- [WHAT NEEDS TO BE DONE]:
Only the lines from the start of the entries through the line with "that may not" are wanted; please output them exactly.

(RECORD EXTRACTS Opens)

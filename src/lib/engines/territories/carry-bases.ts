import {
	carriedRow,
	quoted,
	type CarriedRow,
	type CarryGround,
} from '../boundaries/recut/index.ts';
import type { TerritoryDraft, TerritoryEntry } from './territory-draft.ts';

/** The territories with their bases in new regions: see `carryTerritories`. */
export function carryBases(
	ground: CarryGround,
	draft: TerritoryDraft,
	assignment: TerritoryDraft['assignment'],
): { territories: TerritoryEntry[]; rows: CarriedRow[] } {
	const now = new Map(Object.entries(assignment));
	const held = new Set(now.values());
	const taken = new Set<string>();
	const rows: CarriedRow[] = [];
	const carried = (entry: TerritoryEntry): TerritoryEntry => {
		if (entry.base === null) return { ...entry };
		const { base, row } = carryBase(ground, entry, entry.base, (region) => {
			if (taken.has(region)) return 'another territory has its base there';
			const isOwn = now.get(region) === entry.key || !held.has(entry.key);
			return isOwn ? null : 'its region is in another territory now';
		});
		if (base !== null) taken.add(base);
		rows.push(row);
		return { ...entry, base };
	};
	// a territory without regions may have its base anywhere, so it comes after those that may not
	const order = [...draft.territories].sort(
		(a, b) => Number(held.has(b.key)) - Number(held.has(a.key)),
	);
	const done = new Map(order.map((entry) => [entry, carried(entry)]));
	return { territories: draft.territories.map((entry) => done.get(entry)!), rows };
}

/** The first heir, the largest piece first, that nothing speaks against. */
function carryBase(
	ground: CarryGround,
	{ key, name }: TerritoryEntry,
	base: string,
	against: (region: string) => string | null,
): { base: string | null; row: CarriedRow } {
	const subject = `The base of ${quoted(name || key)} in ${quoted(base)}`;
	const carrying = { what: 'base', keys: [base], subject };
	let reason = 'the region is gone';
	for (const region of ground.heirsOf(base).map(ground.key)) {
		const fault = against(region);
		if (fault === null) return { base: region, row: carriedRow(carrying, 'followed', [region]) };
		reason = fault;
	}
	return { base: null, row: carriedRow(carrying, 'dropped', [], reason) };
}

(RECORD EXTRACTS Closes)

- [TASK RESPONSE]:
filename src/lib/engines/territories/carry-bases.ts
import {
	carriedRow,
	quoted,
	type CarriedRow,
	type CarryGround,
} from '../boundaries/recut/index.ts';
import type { TerritoryDraft, TerritoryEntry } from './territory-draft.ts';

/** The territories with their bases in new regions: see `carryTerritories`. */
export function carryBases(
	ground: CarryGround,
	draft: TerritoryDraft,
	assignment: TerritoryDraft['assignment'],
): { territories: TerritoryEntry[]; rows: CarriedRow[] } {
	const now = new Map(Object.entries(assignment));
	const held = new Set(now.values());
	const taken = new Set<string>();
	const rows: CarriedRow[] = [];
	const carried = (entry: TerritoryEntry): TerritoryEntry => {
		if (entry.base === null) return { ...entry };
		const { base, row } = carryBase(ground, entry, entry.base, (region) => {
			if (taken.has(region)) return 'another territory has its base there';
			const isOwn = now.get(region) === entry.key || !held.has(entry.key);
			return isOwn ? null : 'its region is in another territory now';
		});
		if (base !== null) taken.add(base);
		rows.push(row);
		return { ...entry, base };
	};
	// a territory without regions may have its base anywhere, so it comes after those that may not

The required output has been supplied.